Мы уже едем. Я с трудом высовываюсь и смотрю: все в такой же позе стоит капитан, я киваю ему, он тоже кивает, но, очевидно, машинально, как человек, который все равно уже не может передать, а я понять его чувство.
Толчок, и я падаю назад, и капитан, и его матросы, и В. В.-- все это уже отныне только память, воспоминание, нечто уже отрешенное от своей материальной оболочки, вечное во мне: сильный душой, большой ребенок, капитан, его скромные матросы, добрый возвышенный В. В.-- все в косах, все китайцы...
Веселое солнце, давно не виданные равнины, пахотные поля, сельские домики, мирная работа осени: молотят, свозят снопы, какие-то люди ходят с коромыслами на плечах, с двумя корзинками, привязанными на длинных веревках к концам. Остановятся, что-то захватят маленькими трехзубчатыми вилами с земли и положат в корзину.
-- Что они делают?
-- Собирают удобрение.
-- А эти что делают?
-- Выкапывают из земли корни кукурузы.
-- Для чего?
-- Для топлива.
-- Для чего они подметают там, в лесу?
-- Собирают листья для топлива.
Мы едем маленьким леском, береженым и холеным, подметенным так, как не подметают у нас дорожки в саду.
-- Неужели все леса так?
-- Лесов мало здесь. Все, конечно.
-- Рубят леса?
-- Леса сажают, а не рубят.
-- Что это за кучи?
-- Удобрительные компосты, навоз, ил, зола, отбросы, падаль.
Вот когда сразу развернулась передо мной эта пятитысячелетняя культура.
-- А это что за ящики из прутьев, с написанными дощечками, там, вверху, на этих шестах?
-- Это головы хунхузов; на дощечках написано, за что им отрубили головы.
О, ужас, полусгнившая голова равнодушно смотрит своими потухшими глазами.
-- Если б их не убивали -- жить нельзя было бы, надо убивать.
-- Но хунхуз и есть следствие жестоких законов.
-- Да, конечно,-- равнодушно соглашается мой кучер-китаец.
-- А тела их,-- говорит он,-- зарывают в одной яме, спиной вверх, с поджатыми под себя ногами и руками так, чтобы обрубленной шеей один труп приходился к задней части другого.
-- Зачем это?
-- Чтоб все смеялись.
Я возмущен до глубины души.
-- Такой закон.
Гнусный закон, который, кажется, только тем и занят, чтоб нагло издеваться над всем святая святых человека: уродует труд, женщин, мало того: в своей гнусной праздности, в своей беспредельной беспрепятственности издевается и над трупами.
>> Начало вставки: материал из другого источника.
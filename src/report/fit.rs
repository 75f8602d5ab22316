//! What a fit found: the file of its parameters, a page, a document, tables, words for a terminal.

mod errors;
mod figures;
mod judged;
mod left_out;
mod page;
mod parameter_sets;
mod parameters;
mod tables;
mod temperature_step;
mod values;
mod winters;

pub use left_out::left_out_lines;

use super::SCHEMA_VERSION;
use super::json::lines;
use super::numbers::{counted, fixed, signed};
use super::observed::observed_tables;
use super::reader::Reader;
use super::study::{Input, Origin};
use super::tables::ReportFile;
use crate::baseline::YearlyTests;
use crate::fit::{
    Bounded, Comparison, FitResult, Fitted, Judged, LeftOut, Objective, ParameterRange, Parameters, Split,
    not_seen,
};
use serde::Serialize;
use std::fmt::Write;
use temperature_step::temperature_step;

/// The file of fitted parameters.
pub(super) const PARAMETERS_FILE: &str = "parameters.toml";
/// The file of sets of parameters.
const SETS_FILE: &str = "parameter-sets.csv";

/// A fit, and how it came about.
pub struct FitReport<'a> {
    /// The study's title.
    pub title: &'a str,
    /// Who reads it.
    pub reader: Reader,
    /// The scenario's parameters.
    pub stated: &'a Parameters,
    /// What was searched for.
    pub searched: &'a [Bounded],
    /// What was made as large as it can be.
    pub objective: Objective,
    /// Searches of each split.
    pub starts: usize,
    /// Sets of parameters that each search tried.
    pub evaluations: usize,
    /// Winters that were left out.
    pub left_out: &'a [LeftOut],
    /// Trends and steps of the cool season's temperature, where there are years enough.
    pub cool_temperature: Option<&'a YearlyTests>,
    /// What was found.
    pub result: &'a FitResult,
    /// How it is repeated, and from what.
    pub origin: Origin,
}

#[derive(Serialize)]
struct Document<'a> {
    schema_version: u32,
    program: &'static str,
    title: &'a str,
    conventions: &'static str,
    objective: Objective,
    starts: usize,
    evaluations: usize,
    left_out: &'a [LeftOut],
    result: &'a FitResult,
    /// Each winter as the fit on the half of every other year that it is not in makes it, a site each.
    winters_not_seen: &'a [Comparison],
}

#[derive(Serialize)]
struct Manifest<'a> {
    schema_version: u32,
    program: &'static str,
    version: &'static str,
    command: &'a str,
    seed: u64,
    inputs: &'a [Input],
    files: &'a [&'a str],
}

/// Every file of a fit but `run.json`, which names them all.
///
/// # Errors
/// A number that JSON cannot hold: a fault of ours.
pub fn fit_files(report: &FitReport<'_>) -> serde_json::Result<Vec<ReportFile>> {
    let not_seen = not_seen(report.result);
    let drawn = figures::drawn(report, &not_seen);
    let document = lines(&Document {
        schema_version: SCHEMA_VERSION,
        program: "thawline",
        title: report.title,
        conventions: "SWE in mm as the day begins; errors are modelled less observed; NSE over all readings, KGE (2009) over those \
                      with observed or modelled SWE above 0; skill_above_mean against the mean of the other years on the same day",
        objective: report.objective,
        starts: report.starts,
        evaluations: report.evaluations,
        left_out: report.left_out,
        result: report.result,
        winters_not_seen: &not_seen,
    })?;
    let mut files = vec![
        (PARAMETERS_FILE.to_owned(), parameters::parameters_toml(report)),
        (SETS_FILE.to_owned(), parameter_sets::parameter_sets_csv(report)),
        ("fit.html".to_owned(), page::page(report, &drawn)),
        ("fit.json".to_owned(), document),
        ("tables/fit-scores.csv".to_owned(), tables::scores(report)),
        ("tables/fit-parameters.csv".to_owned(), tables::parameters(report)),
        ("tables/fit-profiles.csv".to_owned(), tables::profiles(report)),
    ];
    files.push(("tables/fit-left-out.csv".to_owned(), left_out::table(report.left_out)));
    files.push(("tables/fit-winters.csv".to_owned(), winters::winters(report, &not_seen)));
    files.extend(observed_tables(&report.result.fitted[0].compared, report.reader.units));
    files.extend(drawn.files());
    Ok(files)
}

/// `run.json` of a fit.
///
/// # Errors
/// A text that JSON cannot hold: a fault of ours.
pub fn fit_manifest_json(origin: &Origin, files: &[&str]) -> serde_json::Result<Vec<u8>> {
    lines(&Manifest {
        schema_version: SCHEMA_VERSION,
        program: "thawline",
        version: env!("CARGO_PKG_VERSION"),
        command: &origin.command,
        seed: origin.seed,
        inputs: &origin.inputs,
        files,
    })
}

/// The fit in a few lines: its parameters, and how it does on years that it has not seen.
pub fn fit_in_words(report: &FitReport<'_>) -> String {
    let result = report.result;
    let mut text = String::new();
    for value in &result.fitted[0].values {
        let range = result.uncertainty.ranges.iter().find(|range| range.key == value.key);
        let ends = range.map_or(String::new(), |range| format!(" ({})", range_in_words(range, 2)));
        let _ = writeln!(text, "  {} = {}{ends}", value.key, rounded(value.value));
    }
    if !result.not_identified.is_empty() {
        let _ =
            writeln!(text, "  not identified by the snow, and left: {}", result.not_identified.join(", "));
    }
    for sentence in of_other_years(report) {
        let _ = writeln!(text, "{sentence}");
    }
    text
}

/// `range 2.01 to 2.27`; an end at a bound of the search is said, and where both ends are one there is none.
fn range_in_words(range: &ParameterRange, decimals: usize) -> String {
    let ParameterRange { low, high, is_at_bound, .. } = *range;
    if low == high {
        return "at a bound of the search; no range".to_owned();
    }
    let at_bound = if is_at_bound { ", one end at a bound of the search" } else { "" };
    format!("range {} to {}{at_bound}", fixed(low, decimals), fixed(high, decimals))
}

/// A sentence a site: what is lost where the climate differs; and a step in the temperatures by which it does.
fn of_other_years(report: &FitReport<'_>) -> Vec<String> {
    let fitted = &report.result.fitted;
    let of = |split: Split| fitted.iter().find(|fitted| fitted.split == split);
    let (Some(cold), Some(warm)) = (of(Split::Coldest), of(Split::Warmest)) else { return Vec::new() };
    let sites = cold.on_others.iter().zip(&warm.on_own).zip(&warm.on_others);
    let of_sites = sites.map(|((on_warm, warm_own), on_cold)| of_a_site(on_warm, warm_own, on_cold));
    of_sites.chain(temperature_step(report.reader, report.cool_temperature, &report.result.winters)).collect()
}

fn of_a_site(on_warm: &Judged, warm_own: &Judged, on_cold: &Judged) -> String {
    let mut text = format!(
        "{}: fitted on the coldest half of the winters, NSE in the warmest half is {}; fitted on that half itself it is {}. \
         Fitted on the warmest half, it is {} in the coldest.",
        on_warm.site,
        score(on_warm.nash_sutcliffe),
        score(warm_own.nash_sutcliffe),
        score(on_cold.nash_sutcliffe)
    );
    if let Some(bias) = on_warm.peak.and_then(|peak| peak.bias_pct) {
        let _ = write!(text, " In winters warmer than it has seen, peak SWE is off by {} %", signed(bias, 1));
        if let Some(error) = on_warm.peak_standard_error_pct {
            let _ = write!(text, " (standard error {} %)", fixed(error, 1));
        }
        if let Some(error) = on_warm.melt_out {
            let _ = write!(text, ", and melt-out by {} days in mean size", fixed(error.mean_size_days, 1));
        }
        text.push('.');
    }
    text
}

/// Who has seen what: `the coldest half, judged on the warmest half`.
fn judgements(fitted: &Fitted) -> Vec<(Split, &[Judged])> {
    let own = (fitted.split, fitted.on_own.as_slice());
    let others = fitted.split.others().map(|split| (split, fitted.on_others.as_slice()));
    std::iter::once(own).chain(others).collect()
}

fn score(score: Option<f64>) -> String {
    score.map_or("none".to_owned(), |score| fixed(score, 2))
}

/// A parameter's value as it is handed on: six decimals, far finer than the search.
fn rounded(value: f64) -> f64 {
    (value * 1e6).round() / 1e6
}

/// `8 winters with observed snow, 48 000 sets of parameters tried`.
fn effort(report: &FitReport<'_>) -> String {
    let winters = report.result.winters.iter().filter(|winter| winter.is_observed).count();
    format!(
        "{} with observed snow, {} of parameters tried",
        counted(winters, "winter"),
        counted(report.result.tried, "set")
    )
}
-- Суд короткий -- некогда долго разбирать, много невинных здесь. Убили важного чиновника, за которого придется отвечать. Надо найти виноватых. Поймают каких-нибудь: признайся, а нет -- пытка,-- все равно, признается. А кто имеет деньги, может купить за себя другого,-- того и казнить будут.
-- Дорого покупают?
-- Как придется: и за пятнадцать долларов и больше.
-- Недорого.
-- Нет, недорого. Я сам из шанхайской стороны. Народу там много. Нас было всех тринадцать братьев и сестер. Из семи братьев нас четыре живых выросло. А сестер, как родится, на улицу выбрасывали. Только последнюю одна из Шанхая купила за доллар.
-- Зачем?
-- А вот, чтоб танцевать, петь. Там, в Шанхае, и здесь, и везде в Китае весело, много таких...
-- Что это за народ все идет?
-- В город идут, наниматься на работу.
-- А отчего они не работают на своих полях?
-- Потому что у них нет их.
-- Как нет? У каждого китайца своя полоска земли и своя свинка.
Кучер смеется.
-- Это вот все работают в поле тоже работники, не хозяева. Хозяин один, а работников у него много: десять, двадцать, шестьдесят есть.
-- Много земли у таких хозяев?
-- Не больше пятидесяти десятин: больше закон не велит.
-- Чья земля?
-- Хозяйская.
-- Нет, не хозяйская,-- говорю я,-- он только в аренду берет ее у государства.
-- Не знаю; всякий хозяин может продать свою землю, у кого есть деньги -- купить. Кто плохо работает, продать должен, кто хорошо работает -- живет.
То же, значит, что и в той части Маньчжурии, где я был.